Associate Director, Translational Medicine
4D Molecular Therapeutics
At 4D Molecular Therapeutics, Inc. (“4DMT”), we boldly innovate to unlock the full potential of genetic medicines for countless patients. We are committed to breaking boundaries and daring to cure as we develop new and foundational products and product components through our growing technology platforms.
4DMT is a clinical-stage biotherapeutics company harnessing the power of directed evolution for targeted genetic medicines. We seek to unlock the full potential of gene therapy using our platform, Therapeutic Vector Evolution (TVE), which combines the power of directed evolution with our approximately one billion synthetic AAV capsid-derived sequences to invent evolved vectors for use in our products. We believe key features of our targeted and evolved vectors will help us create targeted product candidates with improved therapeutic profiles. These profiles will allow us to treat a broad range of large market diseases, unlike most current genetic medicines that generally focus on rare or small market diseases.
We have built a deep portfolio of AVV-based gene therapy product candidates, with five product candidates in clinical trials: 4D-150 for the treatment of wet age-related macular degeneration (wet AMD) and diabetic macular edema (DME), 4D-710 for the treatment of cystic fibrosis lung disease, 4D-310 for the treatment of Fabry disease cardiomyopathy, 4D-125 for the treatment of X-linked retinitis pigmentosa (XLRP), and 4D-110 for the treatment of choroideremia. In addition, we have two product candidates in preclinical studies: 4D-175 for geographic atrophy (GA) and 4D-725 for alpha-1 antitrypsin deficiency.
To-date, we have demonstrated clinical proof-of-concept for three evolved vectors in three therapeutic areas and routes of administration with five products and patient populations. We believe this validates the power of our directed evolution platform for discovering superior vectors compared to wildtype viral vectors. We have built a robust and efficient product engine with 6 open Investigational New Drug Applications (INDs) in the U.S., 1 IND in Taiwan, and 1 Clinical Trial Approval (CTA) in Australia. We believe we are positioned to create, develop, manufacture and, if approved, effectively commercialize targeted genetic medicines that could transform the lives of patients suffering from debilitating diseases.
In addition to TVE, our technology includes a robust AAV manufacturing platform and onsite manufacturing facility that allows us to rapidly produce and test research grade material and scale up to GMP clinical material. This internal capability and close collaboration between our R&D and Manufacturing teams has greatly accelerated the pace of discovery at 4DMT.
Company Differentiators:
• Fully integrated clinical-phase company with internal manufacturing
• Demonstrated ability to move rapidly from idea to IND
• Five candidate products in the clinic and two declared pre-clinical programs
• Robust technology and IP foundation, including our TVE and manufacturing platforms
• Initial product safety and efficacy data substantiates the value of our platforms
• Opportunities to expand to other indications and modalities within genetic medicine
GENERAL SUMMARY:
Reporting to the Sr. Director of Translational Medicine, the Associate Director will play an important role in early-stage drug product development programs from pre-clinical studies to clinical proof-of-concept.
RESPONSIBILITIES:
- Contribute to the assessment and prioritization of the 4DMT product pipeline.
- Work closely with the Head of Early-Stage Product Development, Therapeutic Area Heads and the Chief Development Officer to translate drug candidates into early phase clinical trials.

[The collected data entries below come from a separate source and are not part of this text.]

import { type SweepReportContext, sweepReport } from '../report/sweep-report.js';
import { writeReport } from '../report/write-report.js';
import type { SweepRow } from './result-row.js';
import { type ResultsTableFiles, writeResultsTable } from './results-table.js';

/** The files a sweep's final rows were written to. */
export interface SweepOutputPaths extends ResultsTableFiles {
  /** The HTML report, when one was asked for. */
  readonly reportPath: string | null;
}

/**
 * Writes a sweep's final rows: `results.csv` and `results.arrow` in `out`,
 * and, when `report` is given, the HTML report at `report.path`. The one
 * place that turns final rows into files, for a sweep and for anything
 * else that assembles final rows (merged shards).
 * @throws InputError when the report path is one of `report.inputs`
 * @example writeSweepOutputs('lab-sweep', rows, { path: 'lab.html', context: { source: 'lab', library: 'intradyne', version: LIBRARY_VERSION } });
 */
export function writeSweepOutputs(
  out: string,
  rows: readonly SweepRow[],
  report?: { readonly path: string; readonly context: SweepReportContext; readonly inputs?: readonly string[] },
): SweepOutputPaths {
  const table = writeResultsTable(out, rows);
  if (report) writeReport(report.path, sweepReport(rows, report.context), report.inputs);
  return { ...table, reportPath: report?.path ?? null };
}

- Oversee the design and implementation of preclinical in vivo and in vitro studies, including IND-enabling studies.
- Work closely with the program management team to execute all product pipeline activities including IND-enabling studies.
- Contribute to the preparation of content for regulatory interactions and submissions (e.g. pre-IND and/or INTERACT meetings, IND filing, Orphan Drug Designation requests, EMA submission) as necessary.
- Present to and interact with senior management and Executive Team members to assess progress toward meeting strategic objectives and company goals, identify program risks, and develop risk mitigation plans.
- Present data and program updates internally and externally to scientific and non-scientific audiences.
- Other duties as assigned.
Education and Experience Requirements
- PhD in biological sciences required.
- 5+ yrs industry experience
- 3+ years in project leadership or management role (lab science experience will also be considered) with at least 1-2 years of biotech or pharma industry experience.
- Strong scientific experience and ability to be part of a scientific team.
- Previous experience in cross-functional teams and work in a scientific or clinical setting supporting drug development.
Required Skills/Abilities
- Organized with attention to detail.
- Excellent analytical, logical thinking, and problem-solving skills.
- Excellent verbal and written communication skills.
- Ability to motivate groups of people to complete a project in a timely manner.
- Ability to work in a small company and fast-paced environment.
Base salary compensation range:
| Minimum: | Maximum: |
Bay Area Range | $189,000 | $215,000 |
Please note that the base salary compensation range and actual salary offered to the final candidate depends on various factors: candidate’s geographical location, relevant work experience, skills, and years of experience.